I’ve always been “Meh” about the Dirty Dozen. Like others have said, it’s rather formulaic war-genre once they’re on the mission. I hate the anachronistic hippy attitude of much of the early parts.

I can understand the OP’s disappointment with The Dirty Dozen, because it’s title and a lot of the write-ups don’t reflect the film’s tone. It is much more an action-comedy set in World War Two than a war film. You could actually take the same script, make Lee Marvin’s character work for the CIA, have them go after an Osama Bin Ladin-type character in an unspecified Eastern European country, and it would likely do well at the box office today.

(How do you get the cons to co-operate? Simple…the CIA implants a microchip in the brain. Screw up or try to escape and the chip is activated, triggering a massive cerebral haemorrage causing instant death. Succeed in the mission…the chip is disarmed or removed and they go on their merry way.

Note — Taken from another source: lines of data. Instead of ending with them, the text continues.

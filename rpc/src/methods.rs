//! The JSON-RPC methods: parameter parsing, error conversion, dispatch into [`Service`].
//! Every method, its params and result types and where it runs come from the protocol's
//! table ([`mobilis_protocol::METHODS`]); this module binds each to the service.
//!
//! **Architecture Invariant.** This module and `transport` are the only ones that know
//! jsonrpsee. CPU- and file-bound methods run off the async runtime, at most one per core
//! ([`crate::compute_slots`]), so that a long analysis never stalls other clients and cheap
//! calls never queue behind analyses.
//!
//! **Messages speak the documentation's words.** Before a method runs, its params are checked
//! against its entry in `openrpc::METHODS` (`check_params`): not an object, a missing or
//! unknown parameter, a wrong type or a value out of range is a 4001 naming the method and the
//! parameter (`dataset.rows: offset must be at least 0 (got -1)`), with a help line listing
//! what the method takes. Types read as "an object", "a list", "text", "a whole number"; a
//! parameter's choices as "svg, vega-lite or both". What the deserializer still reports (a
//! count too large for the machine, say) passes through [`plain_words`], which removes Rust
//! type names. A unit test sends malformed params to every documented method and fails on
//! `struct `, `enum `, `usize`, `u64`, `f64`, `::`, `serde` or a type name of the crate.

use crate::bounded_calls;
use crate::compute_slots::ComputeSlots;
use crate::errors::ServiceError;
use crate::errors::ServiceResult;
use crate::openrpc;
use crate::service::Service;
use jsonrpsee::types::{ErrorObjectOwned, Params};
use jsonrpsee::RpcModule;
use mobilis_protocol::{method, params, Method, Runs};
use serde::{Deserialize, Serialize};
use serde_json::Value;
use std::collections::HashMap;
use std::panic::{catch_unwind, AssertUnwindSafe};
use std::sync::{Arc, OnceLock};
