/// Timed calls per figure (odd, so that the median is one measured call).
const IMPORT_REPETITIONS: usize = 5;
const RUN_REPETITIONS: usize = 7;
const ROUND_TRIPS: usize = 2001;
const ROWS_REPETITIONS: usize = 21;
const ROWS_PAGE: usize = 10_000;

/// A release daemon started by the bench, its log going to a file.
struct BenchDaemon {
    child: Child,
    url: String,
    log: PathBuf,
}

impl BenchDaemon {
    fn start(binary: &Path, workspace: &Path, data_root: &Path, log: PathBuf) -> BenchDaemon {
        let log_file = std::fs::File::create(&log)
            .unwrap_or_else(|error| fail(BENCH, &format!("cannot create {}: {error}", log.display())));
        let mut child = Command::new(binary)
            .args(["--listen", "127.0.0.1:0", "--memory-budget", "32GiB"])
            .arg("--workspace")
            .arg(workspace)
            .arg("--data-root")
            .arg(data_root)
            .current_dir(data_root)
            .env(
                "MOBILIS_LOG",
                "info,mobilis_rpc::service=debug,mobilis_rpc::store=debug",
            )
            .stdin(Stdio::null())
            .stdout(Stdio::piped())
            .stderr(Stdio::from(log_file))
            .spawn()
            .unwrap_or_else(|error| fail(BENCH, &format!("cannot start {}: {error}", binary.display())));
        let mut line = String::new();
        let stdout = child.stdout.take().expect("stdout is piped");
        let _ = BufReader::new(stdout).read_line(&mut line);
        let Some(url) = line.trim().strip_prefix("listening on ").map(str::to_owned) else {
            let _ = child.kill();
            fail(
                BENCH,
                &format!("mobilisd did not start; its log is in {}", log.display()),
            );
        };
        BenchDaemon { child, url, log }
    }

    /// `VmHWM` of the daemon's `/proc` status, KiB.
    fn peak_rss_kib(&self) -> Option<u64> {
        let status = std::fs::read_to_string(format!("/proc/{}/status", self.child.id())).ok()?;
        let line = status.lines().find(|line| line.starts_with("VmHWM:"))?;
        line.split_whitespace().nth(1)?.parse().ok()
    }

    /// The `*_ms` figures of every log line holding `marker`, in order.
    fn logged_timings(&self, marker: &str) -> Vec<Vec<(String, f64)>> {
        let text = std::fs::read_to_string(&self.log).unwrap_or_default();
        text.lines()
            .filter(|line| line.contains(marker))
            .map(|line| {
                line.split_whitespace()
                    .filter_map(|token| {
                        let (key, value) = token.split_once('=')?;
                        let key = key.strip_suffix("_ms")?;
                        Some((key.to_owned(), value.trim_matches('"').parse().ok()?))
                    })
                    .collect()
            })
            .collect()
    }
}

impl Drop for BenchDaemon {
    fn drop(&mut self) {
        let _ = self.child.kill();
        let _ = self.child.wait();
    }
}

fn main() {
    if !bench::invoked_as_benchmark(BENCH) {
        return;
    }
    let binary = match std::env::var_os("MOBILIS_BENCH_DAEMON") {
        Some(other) => PathBuf::from(other),
        None => bench::build_release_plugins(BENCH, &["mobilis-plugin-hall"])
            .join(format!("mobilisd{}", std::env::consts::EXE_SUFFIX)),
    };
    let scratch = tempfile::tempdir().unwrap_or_else(|error| fail(BENCH, &format!("no temporary directory: {error}")));
    let data_root = scratch.path().join("data");
    std::fs::create_dir_all(&data_root).unwrap_or_else(|error| fail(BENCH, &error.to_string()));
    let runtime = tokio::runtime::Builder::new_multi_thread()
        .worker_threads(1)
        .enable_all()
        .build()
        .unwrap_or_else(|error| fail(BENCH, &format!("cannot start the runtime: {error}")));

    let started = Instant::now();
    let (mut readings, mut sheet) =
        hall_readings::generate(hall_readings::SAMPLE_COUNT).unwrap_or_else(|message| fail(BENCH, &message));
    let reading_count = readings.height();
    println!(
        "{BENCH}: {} (built {}), {} CPUs; {reading_count} readings ({} samples x {SETPOINT_COUNT} temperatures x {READINGS_PER_TEMPERATURE}), generated in {:.1} s",
        binary.display(),
        age_of(&binary),
        std::thread::available_parallelism().map_or(1, |n| n.get()),
        hall_readings::SAMPLE_COUNT,
        started.elapsed().as_secs_f64()
    );
    let csv_path = data_root.join("readings.csv");
    let parquet_path = data_root.join("readings.parquet");
    let sheet_path = data_root.join("samples.csv");
    write_csv(&mut readings, &csv_path);
    write_parquet(&mut readings, &parquet_path);
    write_csv(&mut sheet, &sheet_path);
    println!(
        "files: {} of CSV, {} of Parquet (9 columns)",
        megabytes(&csv_path),
        megabytes(&parquet_path)
    );
    let raw_1m = raw_size_bytes(&readings);
    drop(readings);

    let daemon = BenchDaemon::start(
        &binary,
        &scratch.path().join("workspace"),
        &data_root,
        scratch.path().join("daemon.log"),
    );
    let mut http = runtime
        .block_on(Connection::open(&daemon.url, None))
        .unwrap_or_else(|message| fail(BENCH, &message));
    let mut call = |method: &str, params: Value| -> Value {
        runtime
            .block_on(http.call(method, params))
            .unwrap_or_else(|message| fail(BENCH, &format!("{method}: {message}")))
    };
    call(
        "dataset.import",
        json!({"name": "samples", "path": sheet_path.display().to_string()}),
    );

    let import = |call: &mut dyn FnMut(&str, Value) -> Value, path: &Path| {
        let path = path.display().to_string();
        bench::measure(1, IMPORT_REPETITIONS, || {
            call(
                "dataset.import",
                json!({"name": "readings", "path": path, "overwrite": true}),
            )
        })
    };
    let import_marker = "dataset.import timings";
    let store_marker = "store write timings";
    let skip = daemon.logged_timings(import_marker).len();
    let import_csv = import(&mut call, &csv_path);
    let csv_pieces = median_pieces(&daemon.logged_timings(import_marker)[skip..]);
    let skip = daemon.logged_timings(import_marker).len();
    let import_parquet = import(&mut call, &parquet_path);
    let parquet_pieces = median_pieces(&daemon.logged_timings(import_marker)[skip..]);
    let import_store_pieces = median_pieces(&daemon.logged_timings(store_marker)[skip..]);
    let run_params = json!({
        "analysis": "hall.reduce",
        "inputs": {"readings": "readings", "samples": "samples"},
        "output": "reduced",
        "overwrite": true,
    });
    let first_run = call("analysis.run", run_params.clone());
    let skip = daemon.logged_timings("analysis.run timings").len();
    let skip_stores = daemon.logged_timings(store_marker).len();
    let run = bench::measure(0, RUN_REPETITIONS, || call("analysis.run", run_params.clone()));
    let run_pieces = median_pieces(&daemon.logged_timings("analysis.run timings")[skip..]);
    let run_store_pieces = median_pieces(&daemon.logged_timings(store_marker)[skip_stores..]);
    // Round trips, each twice: through the lean clients of `load::raw_wire` (blocking
    // sockets, answers not parsed, only their opening checked), which is nearly all daemon
    // and loopback, and the figure the goals are for; and through the clients an
    // application uses (hyper with the answer read into a JSON value, the WebSocket client
    // of `mobilis_client`), whose own work is the difference.
    let server_info_http_client = bench::measure(100, ROUND_TRIPS, || call("server.info", json!({})));
    let rows_params = json!({"name": "readings", "offset": 123_456, "limit": ROWS_PAGE});
    let rows_client = bench::measure(1, ROWS_REPETITIONS, || call("dataset.rows", rows_params.clone()));
    let wire = measure_raw_wire(&daemon.url, &rows_params);
    let server_info_ws_client = runtime.block_on(async {
        let client = Client::connect(&daemon.url, None)
            .await
            .unwrap_or_else(|error| fail(BENCH, &format!("WebSocket: {error}")));
        let mut seconds = Vec::with_capacity(ROUND_TRIPS);
        for index in 0..ROUND_TRIPS + 100 {
            let started = Instant::now();
            client
                .call("server.info", json!({}))
                .await
                .unwrap_or_else(|error| fail(BENCH, &format!("server.info over WebSocket: {error}")));
            if index >= 100 {
                seconds.push(started.elapsed().as_secs_f64());
            }
        }
        timing_of(seconds)
    });
    drop(daemon);

    println!(
        "hall.reduce: {} output rows from {reading_count} readings",
        first_run["rows"]
    );
    println!();
    println!("{:<62} {:>10} {:>10} {:>10}", "figure", "median", "min", "goal");
    let mut missed = Vec::new();
    let mut line = |label: &str, timing: &Timing, goal_s: f64| {
        let verdict = if timing.median_s <= goal_s {
            ""
        } else {
            missed.push(label.to_owned());
            "  ABOVE"
        };
        println!(
            "{label:<62} {:>10} {:>10} {:>10}{verdict}",
            format_seconds(timing.median_s),
            format_seconds(timing.min_s),
            format!("<= {}", format_seconds(goal_s))
        );
    };
    line(
        "dataset.import, 1e6 rows x 9 columns, CSV",
        &import_csv,
        IMPORT_CSV_GOAL_S,
    );
    line(
        "dataset.import, the same as Parquet",
        &import_parquet,
        IMPORT_PARQUET_GOAL_S,
    );
    line(
        "analysis.run hall.reduce on 1e6 readings, output stored",
        &run,
        RUN_GOAL_S,
    );
    line(
        "server.info round trip, HTTP keep-alive",
        &wire.server_info_http,
        SERVER_INFO_HTTP_GOAL_S,
    );
    line(
        "server.info round trip, WebSocket",
        &wire.server_info_ws,
        SERVER_INFO_WS_GOAL_S,
    );
    line(
        "dataset.rows, 10,000 rows x 9 columns, HTTP",
        &wire.rows_http,
        ROWS_GOAL_S,
    );
    println!("the round trips above by lean clients (answers not parsed); with an application's client:");
    let client_line = |label: &str, timing: &Timing, lean: &Timing| {
        println!(
            "  {label:<60} {:>10} {:>10}   client's own share {}",
            format_seconds(timing.median_s),
            format_seconds(timing.min_s),
            format_seconds((timing.median_s - lean.median_s).max(0.0))
        );
    };
    client_line(
        "server.info, HTTP (hyper, answer read as a JSON value)",
        &server_info_http_client,
        &wire.server_info_http,
    );
    client_line(
        "server.info, WebSocket (mobilis_client)",
        &server_info_ws_client,
        &wire.server_info_ws,
    );
    client_line(
        "dataset.rows, HTTP (hyper, answer read as a JSON value)",
        &rows_client,
        &wire.rows_http,
    );
    println!(
        "  reading the dataset.rows answer ({:.2} MB) into a JSON value alone: {}",
        wire.rows_bytes as f64 / 1e6,
        format_seconds(wire.rows_parse.median_s)
    );
    println!("pieces in the daemon, medians of the timed calls:");
    println!("  dataset.import CSV: {}", describe_pieces(&csv_pieces));
    println!(
        "  dataset.import Parquet: {}; its store: {}",
        describe_pieces(&parquet_pieces),
        describe_pieces(&import_store_pieces)
    );
    println!(
        "  analysis.run: {}; its store: {}",
        describe_pieces(&run_pieces),
        describe_pieces(&run_store_pieces)
    );
    println!(
        "readings through analysis.run: {:.3e} per second; raw data of 1e6 readings {:.0} MB",
        reading_count as f64 / run.median_s,
        raw_1m as f64 / 1e6
    );

    if std::env::var_os("MOBILIS_BENCH_SKIP_10M").is_some() {
        println!("ten million readings: left out (MOBILIS_BENCH_SKIP_10M)");
    } else {
        ten_million(&runtime, &binary, scratch.path(), &data_root, &mut missed);
    }
    if missed.is_empty() {
        println!("{BENCH}: every figure within its goal");
    } else {
        println!("{BENCH}: above the goal: {}", missed.join("; "));
    }
}
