/// Sorts a temperature group's readings into its cells and hands each row's cells to `row`
/// (one per field setpoint, or one at zero field only), until it returns false. The cells
/// are summarized at `detail`. Returns the largest |B| taken as zero field.
#[inline(always)]
fn walk_temperature_group(
    readings: &mut [Prepared],
    sample: &ResolvedSample<'_>,
    seen: SlotsSeen,
    settings: &ReduceSettings,
    drift: GroupDrift,
    detail: Detail,
    mut row: impl FnMut(&TemperatureGroup<'_>, &ZeroFieldCells, Option<&FieldCells>) -> bool,
) -> f64 {
    // A closure, not a function pointer: `detail` is a constant where this is inlined, so
    // the summary is inlined too and built in place.
    let summarize = |cell: &[Prepared]| match detail {
        Detail::Full => summarize_cell(cell),
        Detail::Values => summarize_cell_values(cell),
    };
    let count = readings.len() as f64;
    let temperature_k = readings.iter().map(|reading| reading.temperature_k).sum::<f64>() / count;
    let (coldest_k, warmest_k) = readings
        .iter()
        .fold((f64::INFINITY, f64::NEG_INFINITY), |(low, high), reading| {
            (low.min(reading.temperature_k), high.max(reading.temperature_k))
        });
    let temperature_spread_k = warmest_k - coldest_k;
    // A drift the second pass corrected no longer enters to first order. Without a
    // correction (one temperature, or no slope to correct with), the row's quantities refer
    // to some temperature within the readings' spread: their standard deviation.
    let temperature_reading_unc_k = if drift.correction.is_some() || readings.len() < 2 || detail == Detail::Values {
        0.0
    } else {
        let squares: f64 = readings
            .iter()
            .map(|reading| (reading.temperature_k - temperature_k).powi(2))
            .sum();
        (squares / (count - 1.0)).sqrt()
    };
    let group = TemperatureGroup {
        sample,
        temperature_k,
        temperature_spread_k,
        temperature_reading_unc_k,
        drift_corrected: drift.correction.is_some(),
        uncorrected_drift: drift.uncorrected,
        seen,
        assume_symmetric: settings.assume_symmetric_sample,
    };

    readings.sort_unstable_by(|a, b| a.field_t.abs().total_cmp(&b.field_t.abs()));
    let zero_count = readings.partition_point(|reading| reading.field_t.abs() <= settings.zero_field_tolerance_t);
    let (zero_readings, field_readings) = readings.split_at_mut(zero_count);
    let largest_zero_field_t = zero_readings.last().map_or(0.0, |reading| reading.field_t.abs());

    zero_readings.sort_unstable_by_key(|reading| cell_key(reading, false));
    // Only a drifting group left as measured asks where its readings' temperatures lie:
    // a steady or corrected group does no work per reading for it.
    let mean_temperatures = |readings: &[Prepared]| match drift.uncorrected {
        Some(_) => ReadingTemperatures::of(readings, sample.geometry),
        None => ReadingTemperatures::default(),
    };
    let mut zero = ZeroFieldCells {
        cells: [None; MAX_SLOTS],
        count: zero_readings.len(),
        mean_temperatures: mean_temperatures(zero_readings),
    };
    for range in runs_by_key(zero_readings, |reading| reading.slot) {
        let slot = zero_readings[range.start].slot as usize;
        zero.cells[slot] = Some(summarize(&zero_readings[range]));
    }

    if field_readings.is_empty() {
        row(&group, &zero, None);
        return largest_zero_field_t;
    }
    let mut wanted = true;
    let mut start = 0usize;
    // One setpoint's cells at a time, filled in place: returned by value, their 1.8 kB
    // were copied once more per setpoint.
    let mut field = FieldCells {
        cells: [[None; 2]; MAX_SLOTS],
        field_t: 0.0,
        count: 0,
        mean_temperatures: ReadingTemperatures::default(),
    };
    while start < field_readings.len() {
        // Each setpoint's end is found as it is reached: sorting a cluster reorders only
        // its own readings, so the |B| order of the rest is untouched.
        let end = setpoint_end(field_readings, start, settings.field_tolerance_t);
        let cluster = &mut field_readings[start..end];
        start = end;
        // Every cluster is sorted, wanted or not: a later pass starts from this order, and
        // the order of a cell's readings is the order of its sums, so a draft must leave
        // the readings as the full reduction does for the results to stay the same to the bit.
        cluster.sort_unstable_by_key(|reading| cell_key(reading, true));
        if wanted {
            summarize_field_cluster(cluster, summarize, &mut field);
            field.mean_temperatures = mean_temperatures(cluster);
            wanted = row(&group, &zero, Some(&field));
        }
    }
    largest_zero_field_t
}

Sweeten the pot with a million in a numbered tax-free offshore account for the survivors.)

There are a few “grittier” war movies in the 60s and 70s. However, most of them seemed to come out of European co-productions rather than the Hollywood movie factory (the studios simply provided the American distribution and some of the financing). One that springs to mind is “Play dirty” with Michael Caine.

Kelly’s Heroes is still my favourite action/adventure/comedy.

What parts of The Dirty Dozen had a hippy attitude?

Always with those negative waves, man.

:smiley:

The anti-authoritarian tone of the “recruitment” phase. But to be totally honest, I may be conflating my hate of the hippy parts of Kellys Heroes with the Dirty Dozen.

I know I’m being picky, but Oddball and his gang were Beatniks rather than hippies. The name “Moriarty” was obviously a tip of the hat to Dean Moriarty, protagonist of Jack Kerouac’s On the Road.

They were condemned death-row prisoners, being told “We want you to train for a near-suicide mission under a nutjob Colonel, and if you by some miracle survive and return, we’re putting you right back in the stockade to be executed.” I’d be pretty resistant to that too.